# Let's recommend some PRINT comics



## Darc (May 20, 2010)

There's plenty of threads about recommending free webcomics. Why not one for good comics in *print*? Come on everyone, let's share some titles. I know I'm always looking for new comics to read when I'm away from the computer. 

Comics that are both in print and online work too. Though let's try to make sure the comic actually does have a print edition and that it can be bought please. Thanks.


----------



## Smelge (May 20, 2010)

http://www.dreamkeeperscomic.com/


----------



## wheelieotter (May 20, 2010)

I picked up Grandville at Furry Fiesta this year (thanks to a very persuasive Corgi). Very well done, both the art and writing. It's a detective story set in an alternate timeline where Napoleon won and England has just won freedom from France. No yiff, but plenty of violence. Oh, it's kinda steampunk too. Good read.


----------



## Darc (May 20, 2010)

@Voidrunners: Oh yes, 'DreamKeepers'! I picked up volumes one and two a few years ago at AC. Nice work. Especially their backgrounds. There's such a feeling of depth to them.

@Wheelieotter: Ooo, that sounds interesting. I'll have to check it out. Thanks!

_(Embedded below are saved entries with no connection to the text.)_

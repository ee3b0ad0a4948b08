import type { Process } from '../statistics/consensus.js';
import { judgeClampRing } from './clamp-ring.js';
import type { Dimension, Figure } from './dimension.js';
import { judgeDovetail } from './dovetail.js';
import { judgeEnvelope, type AngleInterval, type EnvelopeBody } from './envelope.js';
import { dimensionSpec, featureSpecs } from './feature-dimensions.js';
import { judgeHolePattern } from './hole-pattern.js';
import type { IsoFit } from './iso-286.js';
import { jointKinds, type JointKind } from './joint-kinds.js';
import * as say from './joint-sentence.js';
import { judgeSeat } from './seat.js';
import { judgeShaftBore, type DriveForm } from './shaft-bore.js';
import { judgeThreadPair } from './thread-pair.js';
import type { Tilt } from './tilt.js';
import type { SeatVerdict } from './verdict.js';

/** What is known of a feature of the one part in the reader's hand: dimensions in mm or degrees, attributes in words. */
export interface FeatureOnHand {
  readonly dimensions: Readonly<Record<string, Dimension | undefined>>;
  readonly attributes: Readonly<Record<string, string | undefined>>;
  readonly process: Process;
}

/** A dimension or attribute nobody has read yet, and how to read it. */
export interface MissingReading {
  readonly side: 'a' | 'b';
  readonly name: string;
  readonly label: string;
  readonly howTo: string;
}

export interface JointVerdict {
  readonly verdict: SeatVerdict;
  /** Room in the direction that decides, mm; negative is overlap. */
  readonly margin: Figure | null;
  readonly marginOf: string;
  readonly chance: number | null;
  /** What touches instead, in words; null where it seats. */
  readonly touches: string | null;
  readonly gap: Figure | null;
  readonly tilt: { readonly best: Tilt; readonly worst: Tilt | null } | null;
  /** Angles that stay free for the second body; only for envelopes. */
  readonly freeAngles: readonly AngleInterval[] | null;
  /** Turn that would clear it, degrees. */
  readonly turnNeeded: number | null;
  readonly isoFit: IsoFit | null;
  readonly sentence: string;
  readonly missing: readonly MissingReading[];
}

/** The rougher of two processes decides snug limits. */
const roughness: Record<Process, number> = { machined: 0, printed: 1, cast: 2 };

/**
 * Verdict for two features by the kind of their joint. Lengths mm, angles degrees. A missing dimension never throws: it is
 * named in `missing` with how to read it. RangeError where a dimension lies outside the range of its judge.
 */
export function judgeJoint(kind: JointKind, a: FeatureOnHand, b: FeatureOnHand): JointVerdict {
  const process = roughness[a.process] >= roughness[b.process] ? a.process : b.process;
  const result = judges[kind](reader(a), reader(b), process);
  return {
    ...empty,
    ...result,
    missing: result.missing.map(([side, name]) => describeMissing(kind, side, name)),
  };
}

type Reader = { dim(name: string): Dimension | null; word(name: string): string | null };
type Judged = Partial<Omit<JointVerdict, 'missing'>> &
  Pick<JointVerdict, 'verdict' | 'sentence'> & { missing: readonly (readonly ['a' | 'b', string])[] };

const empty = {
  margin: null,
  marginOf: 'clearance on diameter',
  chance: null,
  touches: null,
  gap: null,
  tilt: null,
  freeAngles: null,
  turnNeeded: null,
  isoFit: null,
};

function reader(feature: FeatureOnHand): Reader {
  return {
    dim: (name) => feature.dimensions[name] ?? null,
    word: (name) => feature.attributes[name] ?? null,
  };
}

const judges: Record<JointKind, (a: Reader, b: Reader, process: Process) => Judged> = {
  'boss-recess': (a, b, process) =>
    seat(
      a.dim('diameter'),
      a.dim('height'),
      b.dim('diameter'),
      b.dim('depth'),
      process,
      ['boss', 'recess', 'height'],
      a.dim('plateWidth'),
    ),
  'barrel-bore': (a, b, process) =>
    seat(
      a.dim('diameter'),
      a.dim('length'),
      b.dim('diameter'),
      b.dim('depth'),
      process,
      ['barrel', 'bore', 'length'],
      null,
    ),
  'thread-pair': (a, b) => {
    const result = judgeThreadPair(threadSide(a), threadSide(b));
    return {
      verdict: result.verdict,
      margin: result.depthSpare,
      marginOf: 'depth to spare',
      chance: result.chance,
      gap: result.standOff,
      touches:
        result.trouble === 'bottoms' ? 'the end of the male thread on the floor of the female one' : null,
      sentence: say.thread(result),
      missing: result.missing.map((name) => split(name)),
    };
  },
  'hole-pattern': (a, b) => {
    const result = judgeHolePattern({
      holes: {
        count: a.dim('count')?.value ?? null,
        circle: a.dim('circle'),
        holeDiameter: a.dim('holeDiameter'),
        slotTravel: a.dim('slotTravel'),
        slotAlong: a.word('slotAlong') as 'radius' | 'circle' | null,
      },
      tapped: { count: b.dim('count')?.value ?? null, circle: b.dim('circle'), screw: b.word('screw') },
    });
    return {
      verdict: result.verdict,
      margin: result.margin,
      marginOf: 'radial play left',
      chance: result.chance,
      touches: result.trouble === null ? null : 'the screws against the edges of their holes',
      sentence: say.holes(result),
      missing: result.missing.map((name) => split(name.replace('holes.', 'a.').replace('tapped.', 'b.'))),
    };
  },
  'barrel-clamp': (a, b) => {
    const result = judgeClampRing(
      { open: b.dim('diameter'), closed: b.dim('closedDiameter') },
      a.dim('diameter'),
    );
    const names = {
      'clamp.open': ['b', 'diameter'],
      'clamp.closed': ['b', 'closedDiameter'],
      'barrel.diameter': ['a', 'diameter'],
    } as const;
    return {
      verdict: result.verdict,
      margin: result.margin,
      marginOf: "distance to the end of the clamp's range, on diameter",
      chance: result.chance,
      touches:
        result.trouble === 'barrel-too-small'
          ? 'the split closes before the ring grips'
          : result.trouble === 'barrel-too-large'
            ? 'the barrel on the edge of the ring'
            : null,
      sentence: say.clamp(result),
      missing: result.missing.map((name) => names[name]),
    };
  },
  'shaft-bore': (a, b, process) => {
    const result = judgeShaftBore(driveSide(a), driveSide(b), process);
    return {
      verdict: result.verdict,
      margin: result.clearance,
      chance: result.chance,
      isoFit: result.isoFit,
      touches:
        result.trouble === 'drive-form'
          ? 'the flat or key of the bore on a shaft without one'
          : result.trouble
            ? 'the shaft on the edge of the bore'
            : null,
      sentence: say.shaft(result),
      missing: result.missing.map((name) => split(name.replace('shaft.', 'a.').replace('bore.', 'b.'))),
    };
  },
  dovetail: (a, b) => {
    const result = judgeDovetail(dovetailSide(a), dovetailSide(b));
    return {
      verdict: result.verdict,
      margin: result.clearance,
      marginOf: "opening minus bar at the bar's reference height",
      chance: result.chance,
      touches:
        result.trouble === 'flank-angle'
          ? 'an edge of the bar instead of its flank'
          : result.trouble
            ? "the bar on the clamp's jaws"
            : null,
      sentence: say.dovetail(result),
      missing: result.missing.map((name) => split(name.replace('bar.', 'a.').replace('clamp.', 'b.'))),
    };
  },
  envelope: (a, b) => {
    const result = judgeEnvelope(body(a), body(b));
    const stays = result.verdict === 'tight' || result.verdict === 'will-not-seat';
    return {
      verdict: result.verdict,
      margin: result.margin,
      marginOf: 'room in radius or height',
      chance: result.chance,
      touches: stays ? 'the two bodies at the same angle' : null,
      freeAngles: result.freeAngles,
      turnNeeded: result.turnNeeded,
      sentence: say.envelope(result),
      missing: result.missing.map((name) => split(name.replace('body.', 'a.').replace('obstruction.', 'b.'))),
    };
  },
};

function seat(
  inner: Dimension | null,
  height: Dimension | null,
  outer: Dimension | null,
  depth: Dimension | null,
  process: Process,
  words: readonly [string, string, 'height' | 'length'],
  plateWidth: Dimension | null,
): Judged {
  const result = judgeSeat({
    bossDiameter: inner,
    bossHeight: height,
    recessDiameter: outer,
    recessDepth: depth,
    process,
    ...(plateWidth ? { plateWidth: plateWidth.value } : {}),
  });
  const names = {
    bossDiameter: ['a', 'diameter'],
    bossHeight: ['a', words[2]],
    recessDiameter: ['b', 'diameter'],
    recessDepth: ['b', 'depth'],
  } as const;
  const decidedByDepth = result.carriedBy === 'boss-on-floor';
  return {
    verdict: result.verdict,
    chance: result.chanceSeats,
    gap: result.gap,
    tilt: result.tilt,
    isoFit: result.isoFit,
    margin: decidedByDepth ? result.depthSpare : result.clearance,
    marginOf: decidedByDepth ? 'depth to spare' : 'clearance on diameter',
    touches:
      result.carriedBy === 'boss-on-face'
        ? `the end of the ${words[0]} on the face round the ${words[1]}`
        : decidedByDepth
          ? `the end of the ${words[0]} on the floor of the ${words[1]}`
          : null,
    sentence: say.seat(result, words),
    missing: result.missing.map((name) => names[name]),
  };
}

function threadSide(side: Reader): {
  designation: string | null;
  sex: 'male' | 'female' | null;
  length: Dimension | null;
} {
  return {
    designation: side.word('designation'),
    sex: side.word('sex') as 'male' | 'female' | null,
    length: side.dim('length'),
  };
}

function driveSide(side: Reader): {
  diameter: Dimension | null;
  driveSize: Dimension | null;
  form: DriveForm | null;
} {
  return {
    diameter: side.dim('diameter'),
    driveSize: side.dim('driveSize'),
    form: side.word('form') as DriveForm | null,
  };
}

function dovetailSide(side: Reader): Parameters<typeof judgeDovetail>[0] {
  return {
    width: side.dim('width'),
    referenceHeight: side.dim('referenceHeight'),
    flankAngle: side.dim('flankAngle'),
  };
}

function body(side: Reader): EnvelopeBody {
  return {
    innerRadius: side.dim('innerRadius'),
    outerRadius: side.dim('outerRadius'),
    bottom: side.dim('bottom'),
    top: side.dim('top'),
    angle: side.dim('angle'),
    width: side.dim('width'),
  };
}

function split(name: string): readonly ['a' | 'b', string] {
  const [side, ...rest] = name.split('.');
  return [side as 'a' | 'b', rest.join('.')];
}

function describeMissing(kind: JointKind, side: 'a' | 'b', name: string): MissingReading {
  const featureKind = jointKinds[kind][side];
  const dimension = dimensionSpec(featureKind, name);
  const attribute = featureSpecs[featureKind].attributes.find((entry) => entry.name === name);
  return {
    side,
    name,
    label: dimension?.label ?? attribute?.label ?? name,
    howTo: dimension?.howTo ?? 'Read it off the part or its drawing.',
  };
}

'Mice' was interesting too. It's another comic I picked up volumes one and two at AC a few years back.


----------



## Dsurion (May 20, 2010)

What about Blacksad?


----------



## HotRodLincoln (May 21, 2010)

Albedo, it is kind of the comic that got me into the whole idea of furries

though it may be easier just to find Command Review, which is really great

then there is Maus, sort of, really good if you are into WWII stories


----------



## Mangasama (May 21, 2010)

<sigh> So many that got me interested in working in anthro comics in the first place have stopped their runs. What with this recent change to online formatting (which I'm not TOO comfortable with, and it looks as if my last series will be going that way for reprinting), I'm so out of touch on what's being printed these days.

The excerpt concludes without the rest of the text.